Part of our ongoing series about life with CFS.
I am becoming more aware of how little it takes to upset my physical equilibrium.
My physical therapist has given me a home program that requires a certain level of activity every other day. Last week's IBS had such a strong effect on my overall energy level that I missed two days of the program. Even after twelve years of living with CFS, I am still amazed at the fragility of my equilibrium.
I keep records of my daily activity, symptoms and medication. The more detailed my record keeping becomes, the more fragility I see. Anything can upset the equilibrium. Bad news, an IBS flare, too long a wait time in the doctor's office - those are just a few examples. If I'm lucky, it only takes a few days to get back to "normal." Sometimes though, it can take months.

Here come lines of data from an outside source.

// Where a scenario is kept and comes from besides the examples: the autosave in this
// browser's storage (and the work a link's case set aside), a link that carries it in its
// fragment (the page's address or the "Open a link" box), and scenario files.
import { $, el, clear } from './dom.js';
import { state, flow, clone } from './state.js';
import { core } from './core.js';
import { download, fileStem } from './downloads.js';

export function looksLikeScenario(s) {
  const face = (f) => f && typeof f === 'object' && (f.kind === 'air' || f.kind === 'surface');
  return s && typeof s === 'object' && s.format === 'hibernal-scenario' && Array.isArray(s.layers) && s.layers.length >= 1 &&
    s.layers.every((l) => l && typeof l === 'object' && l.material && typeof l.material === 'object' && typeof l.material.kind === 'string') &&
    face(s.top) && face(s.bottom);
}

// ---------- the work kept in this browser ----------
// The scenario (SI, as edited) and the unit system go into this browser's storage whenever
// the case or the units change (`saved_at`: the time of that change), so a reload or a
// closed tab loses nothing; the page opens on it next time, saying so. A link's case never
// silently takes the saved work's place: see openAtStart and openPastedLink. Work a link's
// case replaced is set aside under a second key (the last few cases), with a button that
// brings one back (setting the open case aside in its turn). Storage that is full or
// switched off is skipped quietly.
const AUTOSAVE_KEY = 'hibernal.autosave.1';
const ASIDE_KEY = 'hibernal.set-aside.1';

function readKept(key) {
  let kept = null;
  try { kept = JSON.parse(localStorage.getItem(key) || 'null'); } catch (e) { kept = null; }
  return kept && typeof kept === 'object' && looksLikeScenario(kept.scenario) ? kept : null;
}
function writeKept(key, record) {
  try { localStorage.setItem(key, JSON.stringify(record)); return true; } catch (e) { return false; }
}

// A scenario as text with its keys sorted, its format version left out and a missing title
// or notes read as empty: two scenarios with the same text are the same case.
function caseText(s) {
  const sorted = (v) => {
    if (Array.isArray(v)) return v.map(sorted);
    if (!v || typeof v !== 'object') return v;
    const out = {};
    for (const k of Object.keys(v).sort()) if (v[k] !== undefined) out[k] = sorted(v[k]);
    return out;
  };
  return JSON.stringify(sorted(Object.assign({}, s, { version: undefined, title: s.title || '', notes: s.notes || '' })));
}
const sameCase = (a, b) => caseText(a) === caseText(b);
// An example as bundled, untouched: nothing of one's own to keep (the examples hold it).
const isPlainExample = (s) => core.EXAMPLES.some((ex) => sameCase(core.W.example(ex.id), s));
// Whether the kept `s` is work worth asking about (or setting aside) before `incoming` replaces it.
const worthKeeping = (s, incoming) => !!s && !sameCase(s, incoming) && !isPlainExample(s);

const titleOf = (s) => (s && typeof s.title === 'string' && s.title.trim() ? '“' + s.title.trim() + '”' : 'an untitled case');
const whenOf = (iso) => (typeof iso === 'string' && /^\d{4}-\d\d-\d\dT\d\d:\d\d/.test(iso) ? iso.slice(0, 16).replace('T', ' ') + ' UTC' : 'earlier');
const short = (t, n) => (t.length > n ? t.slice(0, n - 1) + '…' : t);

let lastSaved = ''; // the units and case last written, to write again only on a change
const savedText = (units, scenario) => units + '\n' + caseText(scenario);
export function autosave() {
  if (!state.scenario) return;
  const now = savedText(state.units, state.scenario);
  if (now === lastSaved) return;
  if (writeKept(AUTOSAVE_KEY, { saved_at: new Date().toISOString(), units: state.units, scenario: state.scenario })) lastSaved = now;
}

function applyUnits(units) {
  if (units !== 'us' && units !== 'si') return;
  const r = $('units-' + units);
  if (r) { r.checked = true; state.units = units; document.documentElement.dataset.units = state.units; }
}

// Opens the saved scenario, if there is one; returns whether it did.
function restoreAutosave() {
  const saved = readKept(AUTOSAVE_KEY);
  if (!saved) return false;
  applyUnits(saved.units);
  lastSaved = savedText(state.units, saved.scenario);
  flow.adopt(saved.scenario);
  $('example-pick').value = '';
  $('restore-text').textContent = 'Your last work in this browser is back (saved ' + whenOf(saved.saved_at) + ').';
  $('restore-note').hidden = false;
  return true;
}

// The work set aside: up to ASIDE_MAX cases, newest first, each a record (set_aside_at,
// saved_at, units, scenario). When storage is short the oldest give way.
const ASIDE_MAX = 5;
function asideList() {
  let kept = null;
  try { kept = JSON.parse(localStorage.getItem(ASIDE_KEY) || 'null'); } catch (e) { kept = null; }
  const cases = kept && Array.isArray(kept.cases) ? kept.cases : [];
  return cases.filter((r) => r && typeof r === 'object' && looksLikeScenario(r.scenario));
}
// Writes the list (what storage cannot hold of it, the oldest, gives way); false when not
// even its newest case fits, the list kept before left as it was.
function writeAside(cases) {
  if (!cases.length) {
    try { localStorage.removeItem(ASIDE_KEY); } catch (e) { /* no storage */ }
    return true;
  }
  for (let n = Math.min(cases.length, ASIDE_MAX); n > 0; n--) if (writeKept(ASIDE_KEY, { cases: cases.slice(0, n) })) return true;
  return false;
}
// Sets `record` (saved_at, units, scenario) aside, newest first (the same case set aside
// before moves up instead of being kept twice); returns whether it was kept.
function setAside(record) {
  const cases = asideList().filter((r) => !sameCase(r.scenario, record.scenario));
  const ok = writeAside([{ set_aside_at: new Date().toISOString(), saved_at: record.saved_at, units: record.units, scenario: record.scenario }].concat(cases));
  return ok && asideList().some((r) => sameCase(r.scenario, record.scenario));
}
// The list of the work set aside and its button show while there is some.
function showAside() {
  const cases = asideList();
  $('aside-row').hidden = !cases.length;
  const pick = $('aside-pick');
  clear(pick);
  cases.forEach((r, i) => pick.append(el('option', { value: String(i), text: short(titleOf(r.scenario), 48) + ', set aside ' + whenOf(r.set_aside_at) })));
}
const openRecord = () => ({ saved_at: (readKept(AUTOSAVE_KEY) || {}).saved_at || new Date().toISOString(), units: state.units, scenario: clone(state.scenario) });

// Brings back the chosen case set aside; the case open now is set aside in its place.
function bringBack() {
  const msg = $('file-msg');
  clear(msg);
  const cases = asideList();
  const back = cases[Number($('aside-pick').value) || 0];
  if (!back) { showAside(); return; }
  const open = openRecord();
  const swapped = worthKeeping(open.scenario, back.scenario);
  const rest = cases.filter((r) => r !== back && !(swapped && sameCase(r.scenario, open.scenario)));
  writeAside(swapped ? [Object.assign({ set_aside_at: new Date().toISOString() }, open)].concat(rest) : rest);
  const kept = swapped && asideList().some((r) => sameCase(r.scenario, open.scenario));
  // The units shown stay as they are: a display choice, not part of the case.
  flow.adopt(back.scenario, 'set-aside case');
  $('example-pick').value = '';
  $('restore-note').hidden = true;
  showAside();
  msg.append(el('span', { class: 'msg ok', text: 'Brought back ' + titleOf(back.scenario) + '.' +
    (kept ? ' The case that was open, ' + titleOf(open.scenario) + ', is set aside in its place.' : '') }));
}

// ---------- the link ----------
// A link that carries the scenario: its JSON, deflated (the browser's CompressionStream,
// RFC 1951) and base64url-encoded (RFC 4648 §5), in the fragment after "#s=", which never
// leaves the browser. Opening the page with such a fragment opens that scenario (asking
// first when it would replace saved work), and the fragment is then taken off the address,
// so a reload opens the work as edited since. The fragment alone carries the case: a link
// pasted into the page's box opens whatever address comes before its "#".
const b64url = (bytes) => {
  let bin = '';
  for (let i = 0; i < bytes.length; i += 0x8000) bin += String.fromCharCode.apply(null, bytes.subarray(i, i + 0x8000));
  return btoa(bin).replace(/\+/g, '-').replace(/\//g, '_').replace(/=+$/, '');
};
const unb64url = (text) => {
  if (!/^[A-Za-z0-9_-]*$/.test(text)) throw new Error('it holds characters a link to a case never has');
  const b = atob(text.replace(/-/g, '+').replace(/_/g, '/') + '==='.slice((text.length + 3) % 4));
  const out = new Uint8Array(b.length);
  for (let i = 0; i < b.length; i++) out[i] = b.charCodeAt(i);
  return out;
};
async function through(stream, bytes) {
  const s = new Blob([bytes]).stream().pipeThrough(stream);
  return new Uint8Array(await new Response(s).arrayBuffer());
}
const MAX_LINK_BYTES = 2_000_000;

export async function makeShareLink() {
  const msg = $('file-msg');
  clear(msg);
  try {
    const json = new TextEncoder().encode(JSON.stringify(state.scenario));
    const packed = await through(new CompressionStream('deflate-raw'), json);
    const url = location.href.split('#')[0] + '#s=' + b64url(packed);
    $('share-box').hidden = false;
    const box = $('share-link');
    box.value = url;
    box.focus();
    box.select();
    let copied = false;
    try { if (navigator.clipboard) { await navigator.clipboard.writeText(url); copied = true; } } catch (e) { copied = false; }
    msg.append(el('span', { class: 'msg ok', text: (copied ? 'Link copied' : 'Link made: copy it from the box') + ' (' + url.length + ' characters).' }));
  } catch (e) {
    msg.append(el('span', { class: 'msg error', text: 'This browser could not make the link: ' + String(e && e.message || e) }));
  }
}

// The scenario the text after "#s=" carries; throws with the reason when it carries none.
async function unpack(text) {
  if (!text) throw new Error('nothing follows “#s=”');
  let packed;
  try { packed = unb64url(text); } catch (e) {
    throw /^it holds/.test(e.message) ? e : new Error('its packed part is damaged or cut short');
  }
  if (packed.length > MAX_LINK_BYTES) throw new Error('it is too long');
  // The browser's own reasons here name its internals ("Failed to fetch"): put in words.
  let json;
  try { json = await through(new DecompressionStream('deflate-raw'), packed); } catch (e) { throw new Error('its packed part is damaged or cut short'); }
  if (json.length > 20 * MAX_LINK_BYTES) throw new Error('it unpacks too large');
  let s;
  try { s = JSON.parse(new TextDecoder().decode(json)); } catch (e) { throw new Error('what it unpacks to is not a scenario\'s text'); }
  if (!looksLikeScenario(s)) throw new Error('what it carries is not a scenario');
  return s;
}

// The scenario the page's own address carries, or null (with the reason shown) when it
// carries none or a broken one.
async function scenarioFromLink() {
  const h = location.hash || '';
  if (!h.startsWith('#s=')) return null;
  try {
    return await unpack(h.slice(3));
  } catch (e) {
    $('restore-text').textContent = 'The link this page was opened with does not carry a scenario it can read (' + String(e && e.message || e) + ').';
    $('restore-note').hidden = false;
    return null;
  }
}

// Takes the fragment off the address (the case it carried is open, or declined), so a
// reload opens the saved work.
function dropFragment() {
  try { history.replaceState(history.state, '', location.href.split('#')[0]); } catch (e) { location.hash = ''; }
}

// Opens a link's case; `aside`, when given, is the work it replaces, set aside first.
function openLinked(linked, aside) {
  const kept = aside ? setAside(aside) : false;
  flow.adopt(linked, 'link');
  $('example-pick').value = '';
  $('restore-text').textContent = 'Opened the scenario this link carries.' + (kept
    ? ' Your work before it, ' + titleOf(aside.scenario) + ' (saved ' + whenOf(aside.saved_at) + '), is set aside in this browser: “Bring it back” under Scenario file returns it, and so does Undo.'
    : '');
  $('restore-note').hidden = false;
  showAside();
  dropFragment();
}

// The page's start: the case of the link it was opened with, the saved work, or (`fallback`)
// the first example. A link whose case differs from saved work of one's own asks first
// (until then the saved work is open and stays saved as it was).
export async function openAtStart(fallback) {
  showAside();
  const linked = await scenarioFromLink();
  if (!linked) {
    // A broken link's note is kept, followed by what opened instead.
    const linkNote = $('restore-note').hidden ? '' : $('restore-text').textContent;
    const restored = restoreAutosave();
    if (!restored) fallback();
    if (linkNote) {
      $('restore-text').textContent = linkNote + ' ' + (restored ? $('restore-text').textContent : 'The first example is open instead.');
      $('restore-note').hidden = false;
    }
    return;
  }
  const saved = readKept(AUTOSAVE_KEY);
  if (!saved || !worthKeeping(saved.scenario, linked)) {
    if (saved) applyUnits(saved.units);
    openLinked(linked, null);
    return;
  }
  restoreAutosave();
  askAboutLink(linked, saved);
}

I see my equilibrium for what it is: a teeter-totter at the point of balance. Even the weight of a small bird can tip it in one direction or another. So what do I do? In order to protect this fragile balance, I would have to avoid unpredictability. It would be easy to take that to an extreme. Do I avoid talking to people on the phone? Do I carry food with me, and only eat what I am able to cook for myself? Do I limit my activity to that small amount I can easily tolerate, and never go to the movies or dinner at a friend's?
Or is it worth tipping the teeter-totter in order to enjoy a little more of life?